* PROVIDED ENTRIES:
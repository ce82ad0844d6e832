"""Partial slip of a joint: where slip starts, what is elastic and what is true, and what a cycle costs, for every case."""

from __future__ import annotations

import numpy as np

from slip.base.errors import NotConverged
from slip.base.records import record
from slip.clamp.stage import Clamp
from slip.friction.faces import face_stiffness
from slip.friction.march.step import State, Step, step
from slip.friction.models import Built, Model, choose
from slip.friction.stage import Slip
from slip.joint.joint import Joint
from slip.pressure.stage import Pressure

Array = np.ndarray
LOW, TYPICAL, HIGH = 0, 1, 2
NO_SHEAR = "no shear"
TURNS = 6  # increments between the ends of a case whose clamp changes on the way
BEYOND = 0.9999  # of gross slip; above it no partial slip is worked out
STUCK, TINY = 1e6, 1e-300  # bounds this many times the largest hold everything; smallest traction that is divided by
FULL = 1 - 1e-9  # traction over bound from which a point counts as slipping


@record
class Motions:
    """What one reading of the stiffness gives. Loads [N] are resultant shears at which the first point, and all, slip as the load grows
    with the clamp held; factors are the same over the load. stiffness [N/mm] before slip, along the shear.

    elastic_slip and true_slip [mm] at the point of largest motion under the load; slip_share: part of the clamp that slips;
    slip_length [mm] of a lap. energy_per_cycle [N mm], None for a static case.
    """

    first_slip_factor: float
    first_slip_load: float | None
    stiffness: float | None
    elastic_slip: float
    true_slip: float
    slip_share: float
    slip_length: float | None
    energy_per_cycle: float | None


@record
class PartialSlip:
    """One end of a case: the model and why it was taken, the motions at low, typical and high stiffness; or `reason` why there are none."""

    model: str
    why: str
    notes: tuple[str, ...]
    readings: tuple[Motions, ...]
    gross_slip_factor: float
    gross_slip_load: float | None
    reason: str

    @property
    def wholly(self) -> bool:
        """Whether the load is beyond gross slip, or so near that nothing short of it can be told."""
        return self.gross_slip_factor <= 1 / BEYOND


class Partial:
    """Partial slip of a joint, each end of a case worked out when it is asked for and then kept.

    stiffness: of the face, None where neither roughness nor a measurement is known; mean_pressure [MPa]: the clamp-weighted mean that
    it is quoted at; reason: what the file would have to say, '' when all is there.
    """

    def __init__(self, joint: Joint, clamp: Clamp, pressure: Pressure, slip: Slip) -> None:
        self._joint, self._clamp, self._pressure, self._slip = joint, clamp, pressure, slip
        self._kept: dict[tuple[int, str], PartialSlip] = {}
        self.stiffness = face_stiffness(joint)
        self.mean_pressure, self.reason = 0.0, ""
        if self.stiffness is None:
            self.reason = "give roughness of both faces and the plates' materials, or a measured tangential_stiffness"
        elif pressure.patch is None:
            self.reason = (
                "give plates with material and thickness, hole and bearing diameters, and a nut at the far end"
            )
        else:
            weighted = float((pressure.patch.shares * pressure.patch.density).sum())
            self.mean_pressure = weighted * float(clamp.ledger.clamp_low.mean())

    def of(self, case: int, end: str) -> PartialSlip | None:
        """Partial slip of one end of a case at the lowest clamp and friction; None where the joint is not described (`reason`)."""
        if self.reason:
            return None
        if (case, end) not in self._kept:
            self._kept[case, end] = self._end(case, end)
        return self._kept[case, end]

    def _end(self, case: int, end: str) -> PartialSlip:
        states, ledger = self._clamp.states, self._clamp.ledger
        rows = [int(row) for row in np.flatnonzero(states.case == case)]
        own = [row for row in rows if states.end[row] == end]
        row = min(own, key=lambda r: float(self._slip.bolt_safety[r].min()))
        others = [r for r in rows if states.end[r] != end]
        if not self._slip.sliding[row]:
            return PartialSlip("", "", (), (), np.inf, None, NO_SHEAR)
        load, held = states.load[row], ledger.clamp_low[row]
        back = (states.load[others[0]], ledger.clamp_low[others[0]]) if others else (-load, held)
        assert self._pressure.patch is not None and self.stiffness is not None
        model = choose(self._joint, self._pressure.patch, self.stiffness, load, held)
        force, gross = float(np.hypot(load[0], load[1])), float(self._slip.group.factor[row])
        gross_load = force * gross if force and np.isfinite(gross) else None
        readings: tuple[Motions, ...] = ()
        reason = ""
        if not gross > 1 / BEYOND:
            reason = f"slips wholly at {gross:.4g} times this load; nothing beyond is computed"
        else:
            try:
                readings = tuple(
                    _motions(self._joint, model, reading, (load, held), back, case) for reading in (LOW, TYPICAL, HIGH)
                )
            except NotConverged as error:
                reason = str(error)
        return PartialSlip(model.name, model.why, model.notes, readings, gross, gross_load, reason)


def _motions(
    joint: Joint, model: Model, reading: int, one: tuple[Array, Array], other: tuple[Array, Array], case: int
) -> Motions:
    """One reading of the stiffness: the stuck answer, the load put on once, and a steady cycle."""
    load, held = one
    built = model.build(np.maximum(held, other[1]), reading)
    friction = joint.interface.friction_low
    bound = friction * built.press(held)
    touching = bound > 0
    wanted = model.load(load)
    stuck = step(built.compliance, np.where(touching, STUCK * bound.max(), 0.0), built.face, load=wanted)
    first = float((bound[touching] / np.maximum(_size(stuck.state.traction)[touching], TINY)).min())
    loaded = step(built.compliance, bound, built.face, load=wanted)
    true, elastic = _at_largest_motion(loaded, built, touching)
    full = touching & (_size(loaded.state.traction) >= FULL * bound)
    weight = bound * built.compliance.area
    force = float(np.hypot(load[0], load[1]))
    straight = slice(0, built.face.components)
    travel = float(stuck.state.motion[straight] @ wanted[straight])
    alternating = joint.cases[case].alternating
    return Motions(
        first_slip_factor=first,
        first_slip_load=first * force if force else None,
        stiffness=model.faces * float(wanted[straight] @ wanted[straight]) / travel if force else None,
        elastic_slip=elastic,
        true_slip=true,
        slip_share=float((weight * full).sum() / weight.sum()),
        slip_length=float(full.sum() * model.length / full.size) if model.length else None,
        energy_per_cycle=_cycle(model, built, friction, one, other, loaded) if alternating else None,
    )


def _size(field: Array) -> Array:
    """Length of the vectors of a field (c, *field)."""
    return np.sqrt((field**2).sum(axis=0))


def _at_largest_motion(loaded: Step, built: Built, touching: Array) -> tuple[float, float]:
    """True slip and elastic slip [mm] at the touching point where both together are largest."""
    true = np.where(touching, _size(loaded.state.slip), 0.0)
    elastic = np.where(touching, _size(built.compliance.elongation(loaded.state.traction)), 0.0)
    most = np.unravel_index(int(np.argmax(true + elastic)), true.shape)
    return float(true[most]), float(elastic[most])


def _cycle(
    model: Model, built: Built, friction: float, one: tuple[Array, Array], other: tuple[Array, Array], start: Step
) -> float:
    """Energy [N mm] of a cycle from one end to the other and back, after it has become steady.

    The layer keeps the stiffness it was built with; the bound follows the clamp.
    """
    state: State = start.state
    spent = 0.0
    turns = 1 if np.array_equal(one[1], other[1]) else TURNS
    for lap in range(2):
        spent = 0.0
        for (load_a, clamp_a), (load_b, clamp_b) in ((one, other), (other, one)):
            for part in np.arange(1, turns + 1) / turns:
                bound = friction * built.press(clamp_a + part * (clamp_b - clamp_a))
                wanted = model.load(load_a + part * (load_b - load_a))
                done = step(built.compliance, bound, built.face, state, load=wanted)
                state, spent = done.state, spent + done.dissipation
        if turns == 1 and lap == 0 and np.allclose(one[0], -other[0]):
            break  # proportional loading at constant clamp: the first full cycle is the steady one
    return spent * model.faces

* PROMPT: Every entry must appear again in the answer, exactly as written.

* WRITTEN SOLUTION:
repository ce82ad0844d6e832
"""Partial slip of a joint: where slip starts, what is elastic and what is true, and what a cycle costs, for every case."""

from __future__ import annotations

import numpy as np

from slip.base.errors import NotConverged
from slip.base.records import record
from slip.clamp.stage import Clamp
from slip.friction.faces import face_stiffness
from slip.friction.march.step import State, Step, step
from slip.friction.models import Built, Model, choose
from slip.friction.stage import Slip
from slip.joint.joint import Joint
from slip.pressure.stage import Pressure

Array = np.ndarray
LOW, TYPICAL, HIGH = 0, 1, 2
NO_SHEAR = "no shear"
TURNS = 6  # increments between the ends of a case whose clamp changes on the way
BEYOND = 0.9999  # of gross slip; above it no partial slip is worked out
STUCK, TINY = 1e6, 1e-300  # bounds this many times the largest hold everything; smallest traction that is divided by
FULL = 1 - 1e-9  # traction over bound from which a point counts as slipping


@record
class Motions:
    """What one reading of the stiffness gives. Loads [N] are resultant shears at which the first point, and all, slip as the load grows
    with the clamp held; factors are the same over the load. stiffness [N/mm] before slip, along the shear.

    elastic_slip and true_slip [mm] at the point of largest motion under the load; slip_share: part of the clamp that slips;
    slip_length [mm] of a lap. energy_per_cycle [N mm], None for a static case.
    """

    first_slip_factor: float
    first_slip_load: float | None
    stiffness: float | None
    elastic_slip: float
    true_slip: float
    slip_share: float
    slip_length: float | None
    energy_per_cycle: float | None


@record
class PartialSlip:
    """One end of a case: the model and why it was taken, the motions at low, typical and high stiffness; or `reason` why there are none."""

    model: str
    why: str
    notes: tuple[str, ...]
    readings: tuple[Motions, ...]
    gross_slip_factor: float
    gross_slip_load: float | None
    reason: str

    @property
    def wholly(self) -> bool:
        """Whether the load is beyond gross slip, or so near that nothing short of it can be told."""
        return self.gross_slip_factor <= 1 / BEYOND


class Partial:
    """Partial slip of a joint, each end of a case worked out when it is asked for and then kept.

    stiffness: of the face, None where neither roughness nor a measurement is known; mean_pressure [MPa]: the clamp-weighted mean that
    it is quoted at; reason: what the file would have to say, '' when all is there.
    """

    def __init__(self, joint: Joint, clamp: Clamp, pressure: Pressure, slip: Slip) -> None:
        self._joint, self._clamp, self._pressure, self._slip = joint, clamp, pressure, slip
        self._kept: dict[tuple[int, str], PartialSlip] = {}
        self.stiffness = face_stiffness(joint)
        self.mean_pressure, self.reason = 0.0, ""
        if self.stiffness is None:
            self.reason = "give roughness of both faces and the plates' materials, or a measured tangential_stiffness"
        elif pressure.patch is None:
            self.reason = (
                "give plates with material and thickness, hole and bearing diameters, and a nut at the far end"
            )
        else:
            weighted = float((pressure.patch.shares * pressure.patch.density).sum())
            self.mean_pressure = weighted * float(clamp.ledger.clamp_low.mean())

    def of(self, case: int, end: str) -> PartialSlip | None:
        """Partial slip of one end of a case at the lowest clamp and friction; None where the joint is not described (`reason`)."""
        if self.reason:
            return None
        if (case, end) not in self._kept:
            self._kept[case, end] = self._end(case, end)
        return self._kept[case, end]

    def _end(self, case: int, end: str) -> PartialSlip:
        states, ledger = self._clamp.states, self._clamp.ledger
        rows = [int(row) for row in np.flatnonzero(states.case == case)]
        own = [row for row in rows if states.end[row] == end]
        row = min(own, key=lambda r: float(self._slip.bolt_safety[r].min()))
        others = [r for r in rows if states.end[r] != end]
        if not self._slip.sliding[row]:
            return PartialSlip("", "", (), (), np.inf, None, NO_SHEAR)
        load, held = states.load[row], ledger.clamp_low[row]
        back = (states.load[others[0]], ledger.clamp_low[others[0]]) if others else (-load, held)
        assert self._pressure.patch is not None and self.stiffness is not None
        model = choose(self._joint, self._pressure.patch, self.stiffness, load, held)
        force, gross = float(np.hypot(load[0], load[1])), float(self._slip.group.factor[row])
        gross_load = force * gross if force and np.isfinite(gross) else None
        readings: tuple[Motions, ...] = ()
        reason = ""
        if not gross > 1 / BEYOND:
            reason = f"slips wholly at {gross:.4g} times this load; nothing beyond is computed"
        else:
            try:
                readings = tuple(
                    _motions(self._joint, model, reading, (load, held), back, case) for reading in (LOW, TYPICAL, HIGH)
                )
            except NotConverged as error:
                reason = str(error)
        return PartialSlip(model.name, model.why, model.notes, readings, gross, gross_load, reason)


def _motions(
    joint: Joint, model: Model, reading: int, one: tuple[Array, Array], other: tuple[Array, Array], case: int
) -> Motions:
    """One reading of the stiffness: the stuck answer, the load put on once, and a steady cycle."""
    load, held = one
    built = model.build(np.maximum(held, other[1]), reading)
    friction = joint.interface.friction_low
    bound = friction * built.press(held)
    touching = bound > 0
    wanted = model.load(load)
    stuck = step(built.compliance, np.where(touching, STUCK * bound.max(), 0.0), built.face, load=wanted)
    first = float((bound[touching] / np.maximum(_size(stuck.state.traction)[touching], TINY)).min())
    loaded = step(built.compliance, bound, built.face, load=wanted)
    true, elastic = _at_largest_motion(loaded, built, touching)
    full = touching & (_size(loaded.state.traction) >= FULL * bound)
    weight = bound * built.compliance.area
    force = float(np.hypot(load[0], load[1]))
    straight = slice(0, built.face.components)
    travel = float(stuck.state.motion[straight] @ wanted[straight])
    alternating = joint.cases[case].alternating
    return Motions(
        first_slip_factor=first,
        first_slip_load=first * force if force else None,
        stiffness=model.faces * float(wanted[straight] @ wanted[straight]) / travel if force else None,
        elastic_slip=elastic,
        true_slip=true,
        slip_share=float((weight * full).sum() / weight.sum()),
        slip_length=float(full.sum() * model.length / full.size) if model.length else None,
        energy_per_cycle=_cycle(model, built, friction, one, other, loaded) if alternating else None,
    )


def _size(field: Array) -> Array:
    """Length of the vectors of a field (c, *field)."""
    return np.sqrt((field**2).sum(axis=0))


def _at_largest_motion(loaded: Step, built: Built, touching: Array) -> tuple[float, float]:
    """True slip and elastic slip [mm] at the touching point where both together are largest."""
    true = np.where(touching, _size(loaded.state.slip), 0.0)
    elastic = np.where(touching, _size(built.compliance.elongation(loaded.state.traction)), 0.0)
    most = np.unravel_index(int(np.argmax(true + elastic)), true.shape)
    return float(true[most]), float(elastic[most])


def _cycle(
    model: Model, built: Built, friction: float, one: tuple[Array, Array], other: tuple[Array, Array], start: Step
) -> float:
    """Energy [N mm] of a cycle from one end to the other and back, after it has become steady.

    The layer keeps the stiffness it was built with; the bound follows the clamp.
    """
    state: State = start.state
    spent = 0.0
    turns = 1 if np.array_equal(one[1], other[1]) else TURNS
    for lap in range(2):
        spent = 0.0
        for (load_a, clamp_a), (load_b, clamp_b) in ((one, other), (other, one)):
            for part in np.arange(1, turns + 1) / turns:
                bound = friction * built.press(clamp_a + part * (clamp_b - clamp_a))
                wanted = model.load(load_a + part * (load_b - load_a))
                done = step(built.compliance, bound, built.face, state, load=wanted)
                state, spent = done.state, spent + done.dissipation
        if turns == 1 and lap == 0 and np.allclose(one[0], -other[0]):
            break  # proportional loading at constant clamp: the first full cycle is the steady one
    return spent * model.faces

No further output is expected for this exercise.